Optional Opening Framing:
This lesson helps you grow as a good person and worker by being open to feedback, learning from mistakes, and improving your work with intention.
1. Opener: Why Revisit Feedback? (5 minutes)
Ask students:
What’s the difference between hearing feedback and actually using it?
Briefly remind students that their Living Museum in the last lesson was a starting point. Today is about going deeper: making decisions, asking follow-up questions, and preparing to refine their work. This step reflects the ethical value of responsiveness—being willing to grow and adapt based on input.
Remind students that they are still in the design phase of their Capstone project. This revision work will help shape what their project looks like when it is put into action next semester. The clearer and more thoughtful their revisions are now, the more confident they’ll be when it’s time to launch.
2. Feedback Review & Prioritization (10 minutes)
Have students take out their Lesson 1.8 sketch note and peer feedback. Instruct them to sort their feedback into three categories:
Feedback I want to use
Feedback I’m unsure about
Feedback I will set aside (for now)
They can circle, underline, or color-code directly on their sticky notes or notes.
Then, have students respond to the following in their Iteration Planning Sheet or notebook:
What feedback feels most important to act on?
What feedback are you still thinking about? Why?
What feedback doesn’t fit with your project goals or values?
3. Numbered Heads Together: Deepening Understanding (15 minutes)
Place students in groups of four and assign each a number (1–4). Share these discussion prompts, one at a time. Each group discusses the prompt, then you call a number to report out their group’s thinking.
Discussion Prompts:
What patterns do you notice in the types of feedback your group received?
What types of changes are hardest to make?

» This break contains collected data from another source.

def _checked_leads(leads: Sequence[int] | ArrayLike) -> NDArray[np.int64]:
    given = np.asarray(leads)
    whole = given.ndim == 1 and given.size > 0 and np.issubdtype(given.dtype, np.integer)
    if not whole or (np.diff(given) <= 0).any():
        raise RequestError(
            "not a list of leads", where="leads", expected="whole months, ascending, each once", found=f"{leads!r:.80}"
        )
    return given.astype(np.int64)


def _check_length(work: _Work, overall: PairedStatistics) -> None:
    """Raise DataError where no lead has enough effective months."""
    effective = float(np.nan_to_num(overall.effective_size).max())
    settings = work.settings
    if effective >= settings.least_effective and work.predictor.size >= settings.least_months:
        return
    months = month_of(work.predictor["time"])
    raise DataError(
        "the series are too short for a correlation at any lead",
        where=f"{work.predictor.name} and {work.target.name}",
        expected=f"{settings.least_effective:g} or more effective months, of {settings.least_months} or more",
        found=f"{effective:.1f} effective of {int(overall.count.max())} months with both values, "
        f"{months[0]} to {months[-1]}",
        advice="take a longer record; months that resemble their neighbours count for little",
    )


def _overall(work: _Work, overall: PairedStatistics) -> xr.Dataset:
    """Return what stands on ``lead``, the peak and the field significance."""
    settings = work.settings
    result = _labelled(overall, ("lead",), "", settings)
    resampled = _resampled(work, work.ahead, overall, 0)
    result = result.assign(_bootstrap_variables(resampled, settings.level))
    found = peak(overall.correlation, resampled, work.leads, settings.level)
    one, other = _independent_pairs(work)
    simulated = np.stack([_plain_correlation(one, shifted(other, [lead])[:, 0]) for lead in work.leads], axis=-1)
    field = field_significance(overall.correlation, simulated, overall.effective_size, 1.0 - settings.level)
    result = result.assign(_peak_variables(found, "peak") | _field_variables(field, ""))
    ahead = work.leads > 0
    first = peak(overall.correlation[ahead], resampled[:, ahead], work.leads[ahead], settings.level)
    return result.assign(_peak_variables(first, "precursor")).assign_coords(lead=work.leads)
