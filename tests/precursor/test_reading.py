"""Monthly series from files of every kind."""

from __future__ import annotations

import numpy as np
import pytest
import xarray as xr

from profiles.errors import DataError, RequestError
from profiles.precursor import read_series

NAN = np.nan
NAME = "surface_temperature_index"
VALUES = np.round(26.0 + np.sin(np.arange(36.0)), 2)
MONTHS = np.arange("2031-01", "2034-01", dtype="datetime64[M]")


@pytest.fixture
def write(tmp_path):
    def save(text, name="index.txt"):
        path = tmp_path / name
        path.write_text(text, encoding="utf-8")
        return path

    return save


def rows(values=VALUES, head="", foot=""):
    lines = [f"{2031 + n}  " + "  ".join(f"{value:7.2f}" for value in values[12 * n : 12 * n + 12]) for n in range(3)]
    return head + "\n".join(lines) + "\n" + foot


def test_rows_of_a_year_and_twelve_months(write):
    found = read_series(write(rows()), name=NAME)
    np.testing.assert_array_equal(found.values, VALUES)
    assert (found["time"].values.astype("datetime64[M]") == MONTHS).all()
    assert found.attrs["units"] == "degree_Celsius"


def test_head_and_foot_are_passed_over_and_a_lone_number_is_the_missing_value(write):
    values = VALUES.copy()
    values[-2:] = -99.99
    text = rows(values, head="   2031   2033\n", foot="  -99.99\n  Mean over the box, 1x1 degrees\n")
    found = read_series(write(text), name=NAME)
    assert found.size == 34
    np.testing.assert_array_equal(found.values, VALUES[:34])


def test_a_missing_value_that_nobody_declared_is_named(write):
    values = VALUES.copy()
    values[20] = -99.99
    path = write(rows(values))
    with pytest.raises(DataError, match=r"'missing' was left among the data; .*found -99.99 in 2032-09; declare it"):
        read_series(path, name=NAME)
    assert np.isnan(read_series(path, name=NAME, missing=-99.99).values[20])


def test_kelvin_in_a_text_is_refused(write):
    with pytest.raises(DataError, match=r"index.txt: the temperatures are not in °C; .*looks like kelvin"):
        read_series(write(rows(VALUES + 273.15)), name=NAME)


def test_a_short_row_is_named_by_its_line(write):
    lines = rows(head="# sea surface temperature\n").splitlines()
    lines[2] = lines[2].rsplit(maxsplit=1)[0]
    with pytest.raises(DataError, match=r"index.txt, line 3: this line is no year with twelve months"):
        read_series(write("\n".join(lines)), name=NAME)


def test_a_year_left_out_is_named_by_its_line(write):
    lines = rows().splitlines()
    with pytest.raises(DataError, match=r"line 2: the years do not follow one another; expected 2032; found 2033"):
        read_series(write("\n".join([lines[0], lines[2]])), name=NAME)


@pytest.mark.parametrize(
    ("head", "date"),
    [
        ("time,sst", "{}"),
        ("Month, SST", "{}"),
        ("date;sst", "{}-15"),
        ("time\tsst", "{}-15T12:00:00Z"),
        ("# made by hand\ntime,sst", "{}-01 00:00"),
    ],
)
def test_a_table_of_dates_and_values(write, head, date):
    mark = next(mark for mark in ",;\t" if mark in head)
    lines = [head, *(f"{date.format(month)}{mark}{value}" for month, value in zip(MONTHS, VALUES, strict=True))]
    found = read_series(write("\n".join(lines), "index.csv"), name=NAME)
    np.testing.assert_array_equal(found.values, VALUES)


def test_a_table_of_year_and_month(write):
    lines = ["year,month,sst", *(f"{n // 12 + 2031},{n % 12 + 1},{VALUES[n]}" for n in range(36))]
    np.testing.assert_array_equal(read_series(write("\n".join(lines), "index.csv"), name=NAME).values, VALUES)


def table(values, head="time,sst,other"):
    return "\n".join([head, *(f"{month},{value},1.5" for month, value in zip(MONTHS, values, strict=True))])


def test_the_column_must_be_named_where_there_are_several(write):
    path = write(table(VALUES), "index.csv")
    with pytest.raises(RequestError, match=r"which column is meant.* found sst, other; name the column"):
        read_series(path, name=NAME)
    np.testing.assert_array_equal(read_series(path, name=NAME, column="sst").values, VALUES)
    with pytest.raises(RequestError, match="no such column; expected time, sst, other; found 'tos'"):
        read_series(path, name=NAME, column="tos")


def test_an_empty_field_is_missing_and_a_word_is_refused(write):
    values = [*VALUES]
    values[4] = ""
    assert np.isnan(read_series(write(table(values), "index.csv"), name=NAME, column="sst").values[4])
    values[5] = "bad"
    with pytest.raises(DataError, match=r"row 6 below the head, column 'sst': a value is no number; found 'bad'"):
        read_series(write(table(values), "index.csv"), name=NAME, column="sst")


@pytest.mark.parametrize(
    ("date", "found"), [("01/2031", "'01/2031'"), ("2031-13", "'2031-13'"), ("203101", "'203101'")]
)
def test_other_dates_are_not_guessed(write, date, found):
    with pytest.raises(DataError, match=rf"row 1 below the head: a date is not understood; .*found {found}"):
        read_series(write(f"time,sst\n{date},26.0\n2031-02,26.1\n", "index.csv"), name=NAME)


def test_a_table_without_dates_is_refused(write):
    with pytest.raises(DataError, match=r"the table has no dates; .*found when, sst"):
        read_series(write("when,sst\n1,26.0\n2,27.0\n", "index.csv"), name=NAME)


def test_a_missing_month_in_a_table_is_named(write):
    lines = table(VALUES, "time,sst,other").splitlines()
    with pytest.raises(DataError, match="months are left out; expected 2031-03 after 2031-02; found 2031-04"):
        read_series(write("\n".join(lines[:3] + lines[4:]), "index.csv"), name=NAME, column="sst")


def save(tmp_path, **variables):
    path = tmp_path / "index.nc"
    dataset = xr.Dataset(variables, coords={"time": MONTHS.astype("datetime64[ns]")})
    dataset.to_netcdf(path)
    return path


def test_a_series_in_netcdf_is_told_by_its_standard_name(tmp_path):
    attributes = {"standard_name": "sea_surface_temperature", "units": "K"}
    path = save(tmp_path, temp=("time", VALUES + 273.15, attributes), wind=("time", VALUES))
    found = read_series(path, name=NAME)
    np.testing.assert_allclose(found.values, VALUES, atol=1e-9)
    assert found.attrs["units_read"] == "K"
    np.testing.assert_array_equal(read_series(path, name="wind").values, VALUES)


def test_a_map_in_netcdf_is_averaged_over_the_box(tmp_path):
    values = np.broadcast_to(VALUES[:, None, None], (36, 20, 60)).copy()
    path = tmp_path / "map.nc"
    xr.Dataset(
        {"tos": (("time", "lat", "lon"), values, {"units": "degree_Celsius"})},
        coords={"time": MONTHS.astype("datetime64[ns]"), "lat": np.arange(-9.5, 10), "lon": np.arange(185.5, 245)},
    ).to_netcdf(path)
    np.testing.assert_allclose(read_series(path, name=NAME, box="nino34").values, VALUES)
    with pytest.raises(DataError, match="this is no series; expected one dimension, time; found time, lat, lon"):
        read_series(path, name="wind", column="tos")


def test_an_ambiguous_netcdf_file_is_refused(tmp_path):
    path = save(tmp_path, a=("time", VALUES), b=("time", VALUES))
    with pytest.raises(RequestError, match=r"which variable is meant.*found a, b"):
        read_series(path, name="wind")
    with pytest.raises(RequestError, match=r"there is no variable to read; .*found a, b"):
        read_series(path, name=NAME)


def test_what_is_no_file_or_no_text_is_refused(tmp_path):
    with pytest.raises(RequestError, match=r"nothing.csv: no such file"):
        read_series(tmp_path / "nothing.csv", name=NAME)
    (tmp_path / "index.dat").write_bytes(b"\xff\xfe\x00")
    with pytest.raises(DataError, match=r"neither text nor .nc; found byte 0 is not UTF-8"):
        read_series(tmp_path / "index.dat", name=NAME)
    (tmp_path / "index.nc").write_bytes(b"no netcdf")
    with pytest.raises(DataError, match="not a NetCDF file that can be read"):
        read_series(tmp_path / "index.nc", name=NAME)
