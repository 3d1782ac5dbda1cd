"""The recharge oscillator: fit, correction, intervals, and what happens where nothing oscillates."""

from __future__ import annotations

import numpy as np
import pytest
import xarray as xr
from scipy.linalg import expm

from profiles.errors import DataError, RequestError
from profiles.precursor import monthly_series, recharge_oscillator
from profiles.precursor.recharge import (
    corrected,
    decay_and_frequency,
    fit_propagator,
    fit_recharge,
    real_power,
    simulate,
    small_sample_bias,
    stationary_covariance,
)


def turning(period: float, decay: float) -> np.ndarray:
    angle = 2.0 * np.pi / period
    return np.exp(-1.0 / decay) * np.array([[np.cos(angle), np.sin(angle)], [-np.sin(angle), np.cos(angle)]])


def test_a_record_without_noise_gives_back_its_propagator() -> None:
    matrix = turning(40.0, 30.0)
    state = np.empty((2, 120))
    state[:, 0] = [1.0, 0.3]
    for month in range(1, 120):
        state[:, month] = matrix @ state[:, month - 1]
    for step in (1, 4):
        np.testing.assert_allclose(fit_propagator(state, step=step).matrix, np.linalg.matrix_power(matrix, step))


def test_pairs_that_lack_a_value_or_may_not_be_seen_are_left_out() -> None:
    state = simulate(turning(40.0, 30.0), 0.1 * np.eye(2), 200, 1, np.random.default_rng(1))[0]
    spoilt = state.copy()
    spoilt[0, 50] = np.nan
    # The pairs (49, 50) and (50, 51) go: 199 - 2.
    assert fit_propagator(spoilt).pairs == 197
    used = np.ones(200, bool)
    used[120:150] = False
    spoilt[:, 120:150] = 1e6
    # 30 months withheld: pairs (119, 120) to (149, 150) go, 31 of them.
    assert fit_propagator(spoilt, used=used).pairs == 197 - 31
    assert np.abs(fit_propagator(spoilt, used=used).matrix).max() < 1.2


def test_decay_and_frequency_are_those_of_the_eigenvalues() -> None:
    decay, frequency = decay_and_frequency(np.linalg.matrix_power(turning(36.0, 18.0), 3), step=3)
    assert decay == pytest.approx(1.0 / 18.0)
    assert frequency == pytest.approx(2.0 * np.pi / 36.0)


def test_real_eigenvalues_have_no_frequency_and_the_slower_decay() -> None:
    decay, frequency = decay_and_frequency(np.diag([0.9, 0.5]))
    assert frequency == 0.0
    assert decay == pytest.approx(-np.log(0.9))


def test_stationary_covariance_solves_its_equation() -> None:
    matrix, noise = np.array([[0.9, 0.2], [-0.1, 0.7]]), np.array([[1.0, 0.3], [0.3, 2.0]])
    covariance = stationary_covariance(matrix, noise)
    np.testing.assert_allclose(matrix @ covariance @ matrix.T + noise, covariance, rtol=1e-12)


def test_bias_of_one_variable_is_that_of_kendall() -> None:
    # Kendall (1954): -(1 + 3 phi) / n, here -(1 + 2.4) / 100.
    np.testing.assert_allclose(small_sample_bias(np.array([[0.8]]), np.array([[1.0]]), 100.0), [[-0.034]])


def test_bias_is_what_simulated_fits_show() -> None:
    matrix = turning(39.0, 20.0)
    noise = np.eye(2) - matrix @ matrix.T
    records = simulate(matrix, noise, 240, 4000, np.random.default_rng(3))
    fits = np.array([fit_propagator(one).matrix for one in records])
    error = fits.std(axis=0) / np.sqrt(len(fits))
    # First order in 1/n: what it leaves is of the order of its square, far below 10 % of the bias on the diagonal.
    np.testing.assert_allclose(
        fits.mean(axis=0) - matrix, small_sample_bias(matrix, noise, 239.0), atol=4.0 * error.max()
    )
    assert fits[:, 0, 0].mean() - matrix[0, 0] < -5.0 * error[0, 0]


def test_correction_never_makes_the_state_grow() -> None:
    matrix = turning(39.0, 2000.0)
    better = corrected(matrix, 0.01 * np.eye(2), 120.0)
    assert np.abs(np.linalg.eigvals(better)).max() <= 0.999 + 1e-12
    growing = corrected(1.1 * matrix, 0.01 * np.eye(2), 120.0)
    assert np.abs(np.linalg.eigvals(growing)).max() <= 0.999 + 1e-12


def test_correction_of_many_is_that_of_each() -> None:
    matrices = np.array([turning(39.0, 20.0), turning(39.0, 5000.0), turning(20.0, 8.0)])
    noises = np.array([0.1 * np.eye(2)] * 3)
    together = corrected(matrices, noises, 200.0)
    each = [corrected(one, noise, 200.0) for one, noise in zip(matrices, noises, strict=True)]
    np.testing.assert_allclose(together, each)


def test_powers_of_a_propagator_are_those_of_its_logarithm() -> None:
    rates = np.array([[-0.05, 0.16], [-0.15, -0.02]])
    np.testing.assert_allclose(real_power(expm(6.0 * rates), 0.5), expm(3.0 * rates), atol=1e-12)


def test_simulated_records_have_the_stated_covariance() -> None:
    matrix, noise = np.array([[0.8, 0.3], [-0.2, 0.7]]), np.array([[1.0, 0.2], [0.2, 0.5]])
    records = simulate(matrix, noise, 400, 100, np.random.default_rng(2))
    covariance = np.einsum("rit,rjt->ij", records, records) / records[:, 0].size
    # 40 000 months of some 5 months' memory: to about 2 per cent.
    np.testing.assert_allclose(covariance, stationary_covariance(matrix, noise), rtol=0.08, atol=0.05)


def test_intervals_hold_period_and_damping(make_record: object) -> None:
    # 24 records of 40 years; of right 95 % intervals, fewer than 19 would hold in 1 of 1000 such tests.
    held = []
    for seed in range(24):
        matrix = turning(39.0, 20.0)
        state = simulate(matrix, np.eye(2) - matrix @ matrix.T, 480, 1, np.random.default_rng(seed))[0]
        fit = fit_recharge(state, replicates=100, seed=seed)
        held.append(
            (
                fit.period_interval[0] < 39.0 < fit.period_interval[1],
                fit.decay_time_interval[0] < 20.0 < fit.decay_time_interval[1],
            )
        )
    assert np.sum(held, axis=0).min() >= 19


def test_a_state_that_does_not_oscillate_says_so() -> None:
    noise = np.random.default_rng(1).standard_normal((2, 480))
    state = np.empty((2, 480))
    state[:, 0] = 0.0
    for month in range(1, 480):
        state[:, month] = np.diag([0.95, 0.8]) @ state[:, month - 1] + noise[:, month]
    fit = fit_recharge(state, step=1, replicates=100)
    assert fit.oscillating_share < 0.9
    assert fit.period_interval[1] == np.inf
    assert fit.decay_time_interval[0] < -1.0 / np.log(0.95) < fit.decay_time_interval[1]


def test_a_short_record_does_not_tell_slow_damping_from_none() -> None:
    # Six years are less than two periods, and a tenth of the e-folding time.
    matrix = turning(39.0, 700.0)
    state = simulate(matrix, np.eye(2) - matrix @ matrix.T, 72, 1, np.random.default_rng(3))[0]
    assert fit_recharge(state, step=1, replicates=100).decay_time_interval[1] == np.inf


def test_labelled_oscillator_gives_rates_in_the_units_of_the_series(record: tuple) -> None:
    index, predictors = record
    found = recharge_oscillator(index, predictors["volume"], replicates=50)
    assert float(found["period_low"]) < 39.0 < float(found["period_high"])
    assert found["period"].attrs["units"] == "month"
    # In the units of the series T = 0.9 w and h = 1e14 v, where dw/dt = sin(...) v: 2 pi/39 * 0.9 / 1e14 = 1.45e-15
    # °C per month and m3; the fit knows it to some 20 %.
    assert float(found["rates"].sel(equation="index", term="volume")) == pytest.approx(1.45e-15, rel=0.35)
    assert float(found["rates"].sel(equation="volume", term="index")) < 0.0


def test_the_same_seed_gives_the_same_intervals(record: tuple) -> None:
    index, predictors = record
    once, twice = (recharge_oscillator(index, predictors["volume"], replicates=50, seed=3) for _ in range(2))
    xr.testing.assert_identical(once, twice)


def test_too_short_a_record_is_refused(make_record: object) -> None:
    index, predictors = make_record(5, 1)  # type: ignore[operator]
    with pytest.raises(DataError, match="too few months for a recharge oscillator; expected 60 or more"):
        recharge_oscillator(index, predictors["volume"])


def test_a_constant_volume_is_refused(record: tuple) -> None:
    index, _ = record
    flat = monthly_series(xr.full_like(index, 3.0), name="volume")
    with pytest.raises(DataError, match="the series is constant"):
        recharge_oscillator(index, flat)


def test_a_step_below_a_month_is_refused(record: tuple) -> None:
    index, predictors = record
    with pytest.raises(RequestError, match="not a number of months"):
        recharge_oscillator(index, predictors["volume"], step=0)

Why?
How do your values help you decide which feedback to use?
Use the board or chart paper to summarize key themes across groups.
4. Iteration Planning: What Will You Revise? (10 minutes)
Distribute the Iteration Planning Sheet.
Students will choose one or two pieces of feedback to act on and describe:
What they will revise or improve
Why this change matters
What values or community needs it reflects
What materials, help, or time they might need to implement it
Encourage students to be concrete (e.g., rewrite a flyer title, redesign a workflow, shift who their project serves).
5. Closing Exit Ticket
Ask students to complete the Lesson 1.9 Exit Ticket
Remind the class that revision is not a sign of failure—it’s a sign of care. Ethical, engaged changemakers revise because they value the work and the people it affects.
Students should save their Iteration Planning Sheet and this exit ticket in their Good Work Portfolio.
Optional Extension – Get Outside Input:
Ask someone outside of class (family member, neighbor, coach, librarian, etc.) what they think of your idea. Share a short version of your project and write down what they found exciting, confusing, or helpful.